The one underrated Studio Ghibli movie you need to watch on HBO Max
Hayao Miyazaki has plenty of classics, but there's one overlooked Studio Ghibli anime that you should absolutely check out on HBO Max.
HBO Max has arrived, and while DC movie fans binge on Batman and Harry Potter heads return to Hogwarts, another group of geeks is likely heading straight to the streaming service's shiny new Studio Ghibli hub.
For the first time ever, almost the entire Ghibli library of anime movies is available to stream in one place, but there's one overlooked classic from the legendary Hayao Miyazaki that you absolutely need to watch, even if it's not getting top billing on HBO Max.
Pull up the Studio Ghibli hub (which is heavily promoted on HBO Max's homepage) and you'll see a familiar row of classics: My Neighbor Totoro, Spirited Away, Kiki's Delivery Service, How's Moving Castle, and Princess Mononoke. But you have to scroll down twice — past some lesser Ghibli films like The Secret World of Arrietty — before you find one of Miyazaki's best: Porco Rosso.
Here's why this story of a fighter pilot pig-man should be the first movie on your Studio Ghibli rewatch.
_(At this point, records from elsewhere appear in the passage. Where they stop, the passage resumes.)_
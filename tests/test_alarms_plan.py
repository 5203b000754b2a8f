"""Alarm plans: validation messages, band edges, the plan file (JSON and TOML)."""

import dataclasses
import json
import math
from pathlib import Path

import pytest
from hypothesis import HealthCheck, given, settings
from hypothesis import strategies as st

from engine.alarms.plan import (BAND_FIELDS, FILE_FORMAT, MEASURES, AlarmPlan, Band,
                                plan_to_toml, read_plan_file, write_plan_file)
from engine.errors import InputError


def sample_plan() -> AlarmPlan:
    return AlarmPlan(
        name="P-101 motor DE",
        bands=(
            Band("overall velocity", "overall", alert=2.8, danger=4.5),
            Band("1x", "band_rms", alert=2.0, danger=4.0, low=0.8, high=1.2, basis="order"),
            Band("high band", "band_peak", alert=0.5, danger=1.0, unit="g", scale="peak",
                 low=1000.0, high=5000.0),
            Band("envelope", "envelope_rms", alert=0.05, danger=0.1, unit="g", low=5.0,
                 high=400.0),
            Band("envelope BPFO", "defect", alert=0.02, danger=0.05, unit="g", scale="peak",
                 defect="bpfo"),
            Band("crest factor", "crest_factor", alert=5.0, danger=7.0, unit="1", scale=""),
            Band("kurtosis", "kurtosis", alert=4.0, danger=8.0, unit="1", scale=""),
        ),
        origin="user", note="Demo Works pump, drive end\nsecond line")


def test_band_fields_match_the_dataclass():
    assert BAND_FIELDS == tuple(f.name for f in dataclasses.fields(Band))


def test_sample_plan_validates_and_covers_every_measure():
    plan = sample_plan()
    plan.validate(fmax_hz=5000.0, rpm=1480.0, envelope_fmax_hz=500.0)
    assert set(MEASURES) - {b.measure for b in plan.bands} == {"envelope_peak"}
    assert plan.band("1x").low == 0.8
    with pytest.raises(InputError, match="no band 'nope'"):
        plan.band("nope")


def test_order_band_edges_follow_speed():
    b = Band("1x", "band_rms", 1.0, 2.0, low=0.8, high=1.2, basis="order")
    # 1480 rpm = 24.667 Hz shaft rate (first principles: rpm / 60).
    assert b.edges_hz(1480.0) == pytest.approx((0.8 * 1480 / 60, 1.2 * 1480 / 60))
    assert b.edges_hz(3000.0) == pytest.approx((40.0, 60.0))
    assert b.edges_hz(math.nan) is None
    assert b.edges_hz(None) is None
    assert Band("f", "band_rms", 1, 2, low=10, high=20).edges_hz(math.nan) == (10.0, 20.0)


def test_overall_without_edges_uses_the_iso_broadband_range():
    # ISO 20816-1 broadband: 10–1000 Hz above 600 rpm, 2–1000 Hz at 120–600 rpm
    # (from memory of the standard's text).
    b = Band("overall velocity", "overall", 2.8, 4.5)
    assert b.edges_hz(1480.0) == (10.0, 1000.0)
    assert b.edges_hz(math.nan) == (10.0, 1000.0)
    assert b.edges_hz(300.0) == (2.0, 1000.0)
    assert Band("d", "defect", 1, 2, unit="g", defect="bpfo").edges_hz(1480) is None


BAD_BANDS = [
    (Band("b", "band_rms", 1, 2, low=100, high=50), "band 'b': low 100 must be below high 50"),
    (Band("b", "band_rms", 1, 2, low=100, high=100), "band 'b': low 100 must be below high"),
    (Band("b", "band_rms", 5, 4, low=1, high=2), "band 'b': alert 5 must be below danger 4"),
    (Band("b", "band_rms", 4, 4, low=1, high=2), "band 'b': alert 4 must be below danger 4"),
    (Band("b", "band_rms", -1, 4, low=1, high=2), "band 'b': alert must be a positive"),
    (Band("b", "band_rms", math.nan, 4, low=1, high=2), "band 'b': alert must be a positive"),
    (Band("b", "band_rms", 1, math.inf, low=1, high=2), "band 'b': danger must be a positive"),
    (Band("b", "overall", 1, 2, unit="g"), "band 'b': unit 'g' .* does not fit measure overall"),
    (Band("b", "envelope_rms", 1, 2, unit="mm/s"), "band 'b': unit 'mm/s' .* does not fit"),
    (Band("b", "crest_factor", 4, 6), "band 'b': unit 'mm/s' does not fit measure crest_factor"),
    (Band("b", "kurtosis", 4, 6, unit="1"), "band 'b': scale 'rms' does not fit measure"),
    (Band("b", "band_rms", 1, 2, unit="1", low=1, high=2), "band 'b': unit \"1\" is only"),
    (Band("b", "band_rms", 1, 2, unit="V", low=1, high=2), "band 'b': unit 'V' .* does not fit"),
    (Band("b", "band_rms", 1, 2, unit="furlong", low=1, high=2), "band 'b': unit 'furlong'"),
    (Band("b", "band_rms", 1, 2, scale="psd", low=1, high=2), "band 'b': scale 'psd' is not"),
    (Band("b", "band_rms", 1, 2), "band 'b': measure band_rms needs band edges"),
    (Band("b", "band_rms", 1, 2, low=1), "band 'b': high is missing"),
    (Band("b", "band_rms", 1, 2, low=-1, high=2), "band 'b': low must be a number ≥ 0"),
    (Band("b", "crest_factor", 4, 6, unit="1", scale="", low=1, high=2),
     "band 'b': low/high are not used by measure crest_factor"),
    (Band("b", "rms", 1, 2), "band 'b': measure 'rms' is not known"),
    (Band("b", "band_rms", 1, 2, low=1, high=2, basis="rpm"), "band 'b': basis 'rpm' is not"),
    (Band("b", "defect", 1, 2, unit="g", defect="bpfx"), "band 'b': defect 'bpfx' is not known"),
    (Band("b", "defect", 1, 2, unit="g"), "band 'b': defect '' is not known"),
    (Band("b", "band_rms", 1, 2, low=1, high=2, defect="bpfo"), "band 'b': defect 'bpfo' is only"),
    (Band("", "band_rms", 1, 2, low=1, high=2), "a band has no name"),
]


@pytest.mark.parametrize("band, message", BAD_BANDS)
def test_bad_band_is_refused_naming_band_and_field(band, message):
    plan = AlarmPlan("p", (band,))
    with pytest.raises(InputError, match=f"^site.json: {message}"):
        plan.validate(source="site.json")


def test_duplicate_names_and_empty_plans_are_refused():
    b = Band("1x", "band_rms", 1, 2, low=10, high=20)
    with pytest.raises(InputError, match="band '1x': name is used by more than one band"):
        AlarmPlan("p", (b, dataclasses.replace(b, low=30, high=40))).validate()
    with pytest.raises(InputError, match="has no bands"):
        AlarmPlan("p", ()).validate()
    with pytest.raises(InputError, match="name must be a non-empty text"):
        AlarmPlan(" ", (b,)).validate()


def test_fmax_check_for_hz_and_order_bands():
    hz = AlarmPlan("p", (Band("hi", "band_rms", 1, 2, low=500, high=1200),))
    with pytest.raises(InputError, match="band 'hi': high 1200 Hz is above the Fmax of 1000 Hz"):
        hz.validate(fmax_hz=1000.0)
    hz.validate(fmax_hz=1200.0)
    orders = AlarmPlan("p", (Band("10x", "band_rms", 1, 2, low=9.5, high=10.5, basis="order"),))
    orders.validate(fmax_hz=1000.0)  # speed unknown: checked when measured
    orders.validate(fmax_hz=1000.0, rpm=1480.0)  # 10.5 × 24.67 Hz = 259 Hz
    with pytest.raises(InputError, match=r"band '10x': high 10.5 orders \(1050 Hz at 6000 rpm\)"
                                         r" is above the Fmax of 1000 Hz"):
        orders.validate(fmax_hz=1000.0, rpm=6000.0)
    env = AlarmPlan("p", (Band("env", "envelope_peak", 1, 2, unit="g", low=10, high=800),))
    env.validate(fmax_hz=1000.0)  # envelope bands are checked against the envelope Fmax
    with pytest.raises(InputError, match="band 'env': high 800 Hz is above the envelope Fmax"):
        env.validate(envelope_fmax_hz=500.0)


def test_digest_is_stable_and_sees_every_change():
    plan = sample_plan()
    d = plan.digest()
    assert len(d) == 16 and int(d, 16) >= 0
    assert AlarmPlan.from_dict(json.loads(json.dumps(plan.as_dict()))).digest() == d
    # an int level and the same float level are the same plan
    b0 = plan.bands[0]
    same = dataclasses.replace(plan, bands=(dataclasses.replace(b0, alert=2.8),) + plan.bands[1:])
    assert same.digest() == d
    changed = dataclasses.replace(plan, bands=(dataclasses.replace(b0, alert=2.9),)
                                  + plan.bands[1:])
    assert changed.digest() != d
    ints = AlarmPlan("p", (Band("b", "band_rms", 1, 2, low=10, high=20),))
    floats = AlarmPlan("p", (Band("b", "band_rms", 1.0, 2.0, low=10.0, high=20.0),))
    assert ints.digest() == floats.digest()


@pytest.mark.parametrize("suffix", [".json", ".toml"])
def test_plan_file_round_trip(tmp_path, suffix):
    plan = sample_plan()
    path = tmp_path / f"plant{suffix}"
    write_plan_file(plan, path)
    back = read_plan_file(path)
    assert back == plan
    assert back.digest() == plan.digest()


def test_json_file_layout(tmp_path):
    path = tmp_path / "plan.json"
    write_plan_file(sample_plan(), path)
    doc = json.loads(path.read_text(encoding="utf-8"))
    assert doc["format"] == FILE_FORMAT and doc["version"] == 1
    assert doc["plan"]["bands"][0] == {"name": "overall velocity", "measure": "overall",
                                       "alert": 2.8, "danger": 4.5, "unit": "mm/s",
                                       "scale": "rms", "low": None, "high": None,
                                       "basis": "hz", "defect": ""}


def test_hand_written_toml_and_defaults(tmp_path):
    path = tmp_path / "fan.toml"
    path.write_text('format = "shaftwatch-alarm-plan"\nversion = 1\n\n[plan]\n'
                    'name = "F-201 fan"\n\n[[plan.bands]]\nname = "fan 1x"\n'
                    'measure = "band_rms"\nlow = 0.8\nhigh = 1.2\nbasis = "order"\n'
                    'alert = 3\ndanger = 6\nunit = "ips"\n', encoding="utf-8")
    plan = read_plan_file(path)
    assert plan.origin == "file fan.toml"  # no origin in the file
    b = plan.band("fan 1x")
    assert (b.unit, b.scale, b.alert, b.danger) == ("in/s", "rms", 3.0, 6.0)


def test_toml_text_is_readable_by_tomllib_with_odd_characters():
    import tomllib
    plan = AlarmPlan('quote " back \\ del \x7f tab \t é', (Band("b", "band_rms", 1e-5, 1e16,
                                                               low=0, high=2),))
    doc = tomllib.loads(plan_to_toml(plan))
    assert AlarmPlan.from_dict(doc["plan"]) == plan


BAD_FILES = [
    ("plan.json", '{"format": "shaftwatch-alarm-plan", "version": 1,\n "plan": {',
     "not valid JSON at line 2"),
    ("plan.json", '[1, 2]', "holds an object with format"),
    ("plan.json", '{"format": "other", "version": 1, "plan": {}}', "format must be"),
    ("plan.json", '{"format": "shaftwatch-alarm-plan", "version": 7, "plan": {}}',
     "version 7 is not readable"),
    ("plan.json", '{"format": "shaftwatch-alarm-plan", "version": 1, "plan": []}',
     "the plan must be a table/object"),
    ("plan.json", '{"format": "shaftwatch-alarm-plan", "version": 1, "plan": {"name": "p", '
                  '"bands": [{"name": "1x", "measure": "band_rms", "low": 30, "high": 20, '
                  '"alert": 1, "danger": 2}]}}', "band '1x': low 30 must be below high 20"),
    ("plan.json", '{"format": "shaftwatch-alarm-plan", "version": 1, "plan": {"name": "p", '
                  '"bands": [{"name": "1x", "measure": "band_rms", "lo": 30, "high": 20, '
                  '"alert": 1, "danger": 2}]}}', "band '1x': unknown field 'lo'"),
    ("plan.json", '{"format": "shaftwatch-alarm-plan", "version": 1, "plan": {"name": "p", '
                  '"bands": [{"measure": "band_rms", "alert": 1, "danger": 2}]}}',
     "band #1: name is missing"),
    ("plan.json", '{"format": "shaftwatch-alarm-plan", "version": 1, "plan": {"name": "p", '
                  '"bands": [{"name": "a", "measure": "overall", "alert": "4", "danger": 2}]}}',
     "band 'a': alert must be a number"),
    ("plan.json", '{"format": "shaftwatch-alarm-plan", "version": 1, "plan": {"name": "p", '
                  '"bands": [{"name": "a", "measure": "overall", "alert": 4, "danger": 2}]}}',
     "band 'a': alert 4 must be below danger 2"),
    ("plan.toml", 'format = "shaftwatch-alarm-plan"\nversion = \n', "not valid TOML"),
]


@pytest.mark.parametrize("name, text, message", BAD_FILES)
def test_bad_file_names_the_file_and_the_problem(tmp_path, name, text, message):
    path = tmp_path / name
    path.write_text(text, encoding="utf-8")
    with pytest.raises(InputError, match=message) as info:
        read_plan_file(path)
    assert str(info.value).startswith(str(path))


def test_missing_and_binary_files(tmp_path):
    with pytest.raises(InputError, match="missing.json: cannot read the alarm plan file"):
        read_plan_file(tmp_path / "missing.json")
    bad = tmp_path / "bin.json"
    bad.write_bytes(b"\xff\xfe\x00garbage")
    with pytest.raises(InputError, match="bin.json: not UTF-8 text"):
        read_plan_file(bad)


def test_a_refused_write_leaves_the_old_file(tmp_path):
    path = tmp_path / "plan.json"
    write_plan_file(sample_plan(), path)
    before = path.read_bytes()
    bad = AlarmPlan("p", (Band("b", "band_rms", 5, 4, low=1, high=2),))
    with pytest.raises(InputError, match="plan.json: band 'b': alert 5 must be below"):
        write_plan_file(bad, path)
    assert path.read_bytes() == before
    assert sorted(p.name for p in tmp_path.iterdir()) == ["plan.json"]
    with pytest.raises(InputError, match="cannot write the alarm plan file"):
        write_plan_file(sample_plan(), tmp_path / "no such folder" / "plan.json")


_names = st.text(st.characters(blacklist_categories=("Cs",)), min_size=1, max_size=12).filter(
    lambda s: s.strip())
_level = st.floats(min_value=1e-6, max_value=1e6, allow_nan=False)


@st.composite
def _bands(draw):
    kind = draw(st.sampled_from(["hz", "order", "overall", "defect", "kurtosis", "envelope"]))
    alert = draw(_level)
    danger = alert * draw(st.floats(min_value=1.001, max_value=100.0))
    low = draw(st.floats(min_value=0.0, max_value=1e4))
    high = low + draw(st.floats(min_value=1e-3, max_value=1e4))
    if kind in ("hz", "order"):
        return dict(measure=draw(st.sampled_from(["band_rms", "band_peak"])), alert=alert,
                    danger=danger, unit=draw(st.sampled_from(["g", "mm/s", "in/s", "um", "mil"])),
                    scale=draw(st.sampled_from(["rms", "peak", "pp"])), low=low, high=high,
                    basis=kind)
    if kind == "overall":
        return dict(measure="overall", alert=alert, danger=danger,
                    unit=draw(st.sampled_from(["mm/s", "in/s"])))
    if kind == "defect":
        return dict(measure="defect", alert=alert, danger=danger, unit="g", scale="peak",
                    defect=draw(st.sampled_from(["ftf", "bsf", "bpfo", "bpfi"])))
    if kind == "envelope":
        return dict(measure="envelope_peak", alert=alert, danger=danger, unit="g",
                    scale="peak", low=low, high=high)
    return dict(measure="kurtosis", alert=alert, danger=danger, unit="1", scale="")


@settings(max_examples=60, deadline=None, suppress_health_check=[HealthCheck.function_scoped_fixture])
@given(name=_names, note=st.text(max_size=30), bands=st.lists(_bands(), min_size=1, max_size=5))
def test_property_any_valid_plan_round_trips_through_both_files(tmp_path, name, note, bands):
    plan = AlarmPlan(name=name, note=note,
                     bands=tuple(Band(name=f"band {i}", **b) for i, b in enumerate(bands)))
    plan.validate()
    assert AlarmPlan.from_dict(plan.as_dict()) == plan
    for suffix in (".json", ".toml"):
        path = tmp_path / f"p{suffix}"
        write_plan_file(plan, path)
        assert read_plan_file(path) == plan


def test_alarms_import_no_qt():
    # engine/ never imports Qt (DEVELOPERS.md); checked in a fresh interpreter.
    import subprocess
    import sys
    code = "import sys, engine.alarms; print('PySide6' in sys.modules)"
    root = Path(__file__).resolve().parents[1]
    out = subprocess.run([sys.executable, "-c", code], capture_output=True, text=True,
                         check=True, cwd=root)
    assert out.stdout.strip() == "False"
Released in 1992, Porco Rosso offers a perfect blend of action, humor, romance, fantasy, and pirates set against the backdrop of Italy at the start of World War II. It stars Porco Rosso, (Italian for the Red Pig) as an ace fighter pilot cursed to live as an anthropomorphic pig, who makes a living as a bounty hunter chasing "air pirates" on the Adriatic Sea.
Porco Rosso is based on Miyazaki's own watercolor manga The Age of the Flying Boat and was originally commissioned as an in-flight short for Japan Airlines. During production, it expanded into a 94-minute feature, but still aired on planes ahead of its theatrical debut.
The movie is also notable for being one of the few from Miyazaki set in our own world — pig-man and a few other flourishes aside. Thanks to its real-world backdrop, Porco Rosso is able to address political issues more directly, particularly fascism. "I'd much rather be a pig than a fascist," the protagonist says when offered a chance to rejoin the Italian airforce.
But above all else, Porco Rosso is a pure delight. Beautiful to look at and endlessly entertaining, it's an early showcase of Miyazaki's skills as a director and his love of aircrafts (a theme that returns in his 2013 film The Winds Rises).
So before you rewatch Totoro or Spirited Away, do yourself a favor and check out Porco Rosso. You won't regret it.
(Side note: Originally, this article was going to be about Grave of the Fireflies, one of the studio's first films from Ghibli co-founder Isao Takahata. It's one of the saddest movies ever made, about two Japanese children who fall between the cracks in society during the devastation of World War II. It's a beautiful piece of art, but for now, the only place to watch it is on Hulu, not HBO Max.)